Again, McCarey foregrounds the traditional institutions of marriage and family and the selflessness that holds both together. Here, he comically cautions against charity going overboard; his film’s title is a pun on the epithet “Good Samaritan.” Sam’s good deeds hover between sensible and senseless, depending on who’s at the receiving end. Watch for the scene with a lady on the bus.
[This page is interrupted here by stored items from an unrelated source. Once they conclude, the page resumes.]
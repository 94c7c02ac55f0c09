package chem

import (
	"errors"
	"math"
	"testing"
)

// fractionAt is the mass fraction with r mol water per mol of molar mass m.
func fractionAt(r, m float64) Fraction { return Fraction(1 / (1 + r*18.015/m)) }

// TestSulfuricDilution checks between the rows of the table against integral
// heats of solution that aren't in it (from memory, the textbook table after
// NBS Circular 500, kJ/mol) and against Thomsen's fit of METHODS c', which is
// said there to be 5 % low.
func TestSulfuricDilution(t *testing.T) {
	for r, want := range map[float64]float64{3: 48.99, 4: 54.06, 25: 72.30, 500: 76.73, 2000: 80.88} {
		q, err := DilutionHeat(sulfuricCAS, 1, 1, fractionAt(r, 98.072))
		if err != nil || math.Abs(q.Kilojoules()-want) > 0.9 {
			t.Errorf("1 mol H2SO4 in %v mol water: %v kJ, %v; want %v (from memory)", r, q.Kilojoules(), err, want)
		}
		if thomsen := 74.73 * r / (r + 1.798); r < 10 && math.Abs(q.Kilojoules()-thomsen) > 0.08*thomsen {
			t.Errorf("1 mol H2SO4 in %v mol water: %v kJ, Thomsen's fit gives %v", r, q.Kilojoules(), thomsen)
		}
	}
}

// TestDilutionHeatPublished checks row CH04 of worked_examples.csv (CRC Handbook,
// heat of dilution of acids: HCl from 15 to 2 mol/kg gives 12.777 kJ/mol).
func TestDilutionHeatPublished(t *testing.T) {
	at := func(b float64) Fraction { return Fraction(b * 0.036458 / (1 + b*0.036458)) }
	q, err := DilutionHeat("7647-01-0", 1, at(15), at(2))
	if err != nil || math.Abs(q.Kilojoules()-12.777) > 0.01 {
		t.Errorf("HCl from 15 to 2 mol/kg: %v kJ/mol, %v; want 12.777", q.Kilojoules(), err)
	}
}

// TestDilutionAddsUp checks that two dilutions one after the other give the heat
// of both in one, as Hess's law wants.
func TestDilutionAddsUp(t *testing.T) {
	for cas := range dilutionTables() {
		whole, err1 := DilutionHeat(cas, 2, 0.40, 0.05)
		first, err2 := DilutionHeat(cas, 2, 0.40, 0.17)
		second, err3 := DilutionHeat(cas, 2, 0.17, 0.05)
		if err := errors.Join(err1, err2, err3); err != nil {
			t.Fatal(err)
		}
		if math.Abs(float64(whole-first-second)) > 1e-6 {
			t.Errorf("%s: %v J in one step, %v in two", cas, whole, first+second)
		}
	}
}

func TestDilutionHeatRefuses(t *testing.T) {
	tests := []struct {
		name     string
		cas      string
		n        Amount
		from, to Fraction
		want     error
	}{
		{"stronger", sulfuricCAS, 1, 0.1, 0.5, nil},
		{"120 %", sulfuricCAS, 1, 1.2, 0.5, ErrOutOfRange},
		{"no number", sulfuricCAS, Amount(math.NaN()), 0.9, 0.5, nil},
		{"pure hydrogen chloride", "7647-01-0", 1, 1, 0.1, ErrOutOfRange},
		{"down to nothing", sulfuricCAS, 1, 0.5, 0, ErrOutOfRange},
		{"unknown", "1-2-3", 1, 0.5, 0.1, ErrNoData},
	}
	for _, c := range tests {
		q, err := DilutionHeat(c.cas, c.n, c.from, c.to)
		if err == nil || q != 0 || (c.want != nil && !errors.Is(err, c.want)) {
			t.Errorf("%s: DilutionHeat = %v, %v; want an error of kind %v", c.name, q, err, c.want)
		}
	}
}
A Benefactor Bereft of Balance
Cooper is goofier here than in most of his roles; in some scenes, like Sam, he overdoes it. Other scenes run on longer than they should. But like James Stewart, Cooper’s able to pull off otherwise implausible scenes seemingly effortlessly. Sam’s kindness isn’t deliberate or calculated, it’s more like a reflex; he can’t help himself. And Cooper inhabits that character with every gesture.The gorgeous Sheridan has a tough time passing off as a humdrum housewife, and the screenplay, unfairly, depicts Lu, an obviously devoted wife and mother, as too much of a vixen. She doesn’t resent Sam’s kindness, merely that it too often comes at the expense of kindness to his own family. Is a little balance, she wonders, too much to ask for? Once, she sighs to Sam, “We have no life of our own.” With her expressive eyes and throaty laughter, Sheridan shines with some amusing lines.
When Lu’s pleading with Rev. Daniels to intervene, she admits that she knows marriage ought to be a case of give and take. But she finds it odd that Sam gets to give everything away while she’s supposed to just take it. Deadpan she says, “He is his brother’s keeper and he’s got too many brothers. He started with my brother, and he’s built up from there.”

Car mechanic Nelson (Clinton Sundberg) strolls into the house and plonks himself at the dining table—on Sam’s invitation, of course. A horrified and already overwrought Lu rushes to serve breakfast.
Nelson explains with mock propriety, and without a hint of irony, that he doesn’t entertain freeloaders, as he says, “You’d be surprised how many people don’t pay. It’d amaze you the number of deadbeats there are … worthless, no-good.”
With all the irony she can muster, Lu smilingly introduces her fashionably late-riser brother, “Have you met my brother, Claude?”